→ ACTIVITY
Of all the entries below, retype only the lines from the one with "writer waits until" through the one with "const parsed = auditEventSchema.safeParse(options.event);", exactly as they appear.

□ □ □

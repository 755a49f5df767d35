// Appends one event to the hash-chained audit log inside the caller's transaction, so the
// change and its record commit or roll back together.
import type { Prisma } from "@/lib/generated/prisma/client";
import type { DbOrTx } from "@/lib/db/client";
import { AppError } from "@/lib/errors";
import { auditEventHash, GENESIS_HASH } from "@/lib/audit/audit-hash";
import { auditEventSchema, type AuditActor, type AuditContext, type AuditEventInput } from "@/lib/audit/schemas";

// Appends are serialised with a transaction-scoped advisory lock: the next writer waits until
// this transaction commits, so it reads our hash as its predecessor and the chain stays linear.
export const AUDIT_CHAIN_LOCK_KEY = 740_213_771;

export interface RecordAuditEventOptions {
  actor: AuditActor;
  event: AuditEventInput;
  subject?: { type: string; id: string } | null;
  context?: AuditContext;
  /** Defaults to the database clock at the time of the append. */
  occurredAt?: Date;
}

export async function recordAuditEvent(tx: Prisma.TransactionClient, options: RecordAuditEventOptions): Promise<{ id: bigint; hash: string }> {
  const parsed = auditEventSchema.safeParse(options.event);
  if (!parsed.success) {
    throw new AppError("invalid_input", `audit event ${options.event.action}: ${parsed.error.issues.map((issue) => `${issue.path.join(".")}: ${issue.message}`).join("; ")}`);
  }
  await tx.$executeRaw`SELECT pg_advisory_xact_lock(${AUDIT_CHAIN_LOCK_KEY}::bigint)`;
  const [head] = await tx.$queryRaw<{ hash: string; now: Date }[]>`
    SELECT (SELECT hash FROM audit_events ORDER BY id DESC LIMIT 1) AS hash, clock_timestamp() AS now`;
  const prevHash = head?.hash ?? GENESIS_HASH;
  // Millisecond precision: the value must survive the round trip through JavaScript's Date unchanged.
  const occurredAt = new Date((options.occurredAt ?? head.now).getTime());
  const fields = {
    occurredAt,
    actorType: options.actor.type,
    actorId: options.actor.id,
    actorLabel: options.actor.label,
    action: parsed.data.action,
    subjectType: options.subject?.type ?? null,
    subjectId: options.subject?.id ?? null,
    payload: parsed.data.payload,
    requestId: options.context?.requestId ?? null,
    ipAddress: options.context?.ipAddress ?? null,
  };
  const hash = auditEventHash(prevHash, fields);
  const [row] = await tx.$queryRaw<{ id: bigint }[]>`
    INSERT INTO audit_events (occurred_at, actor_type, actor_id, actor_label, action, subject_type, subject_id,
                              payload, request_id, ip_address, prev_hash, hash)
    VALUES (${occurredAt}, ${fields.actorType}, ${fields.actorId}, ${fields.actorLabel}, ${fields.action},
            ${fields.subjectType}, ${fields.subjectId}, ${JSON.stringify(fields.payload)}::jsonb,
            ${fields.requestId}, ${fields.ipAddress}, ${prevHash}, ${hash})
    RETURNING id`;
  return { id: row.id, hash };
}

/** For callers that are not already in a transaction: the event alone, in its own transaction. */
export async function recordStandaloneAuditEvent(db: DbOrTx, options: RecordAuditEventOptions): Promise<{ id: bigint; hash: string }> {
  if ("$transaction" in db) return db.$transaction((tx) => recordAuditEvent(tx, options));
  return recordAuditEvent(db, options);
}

□ □ □

→ EXERCISE RESPONSE
// Appends are serialised with a transaction-scoped advisory lock: the next writer waits until
// this transaction commits, so it reads our hash as its predecessor and the chain stays linear.
export const AUDIT_CHAIN_LOCK_KEY = 740_213_771;

export interface RecordAuditEventOptions {
  actor: AuditActor;
  event: AuditEventInput;
  subject?: { type: string; id: string } | null;
  context?: AuditContext;
  /** Defaults to the database clock at the time of the append. */
  occurredAt?: Date;
}

export async function recordAuditEvent(tx: Prisma.TransactionClient, options: RecordAuditEventOptions): Promise<{ id: bigint; hash: string }> {
  const parsed = auditEventSchema.safeParse(options.event);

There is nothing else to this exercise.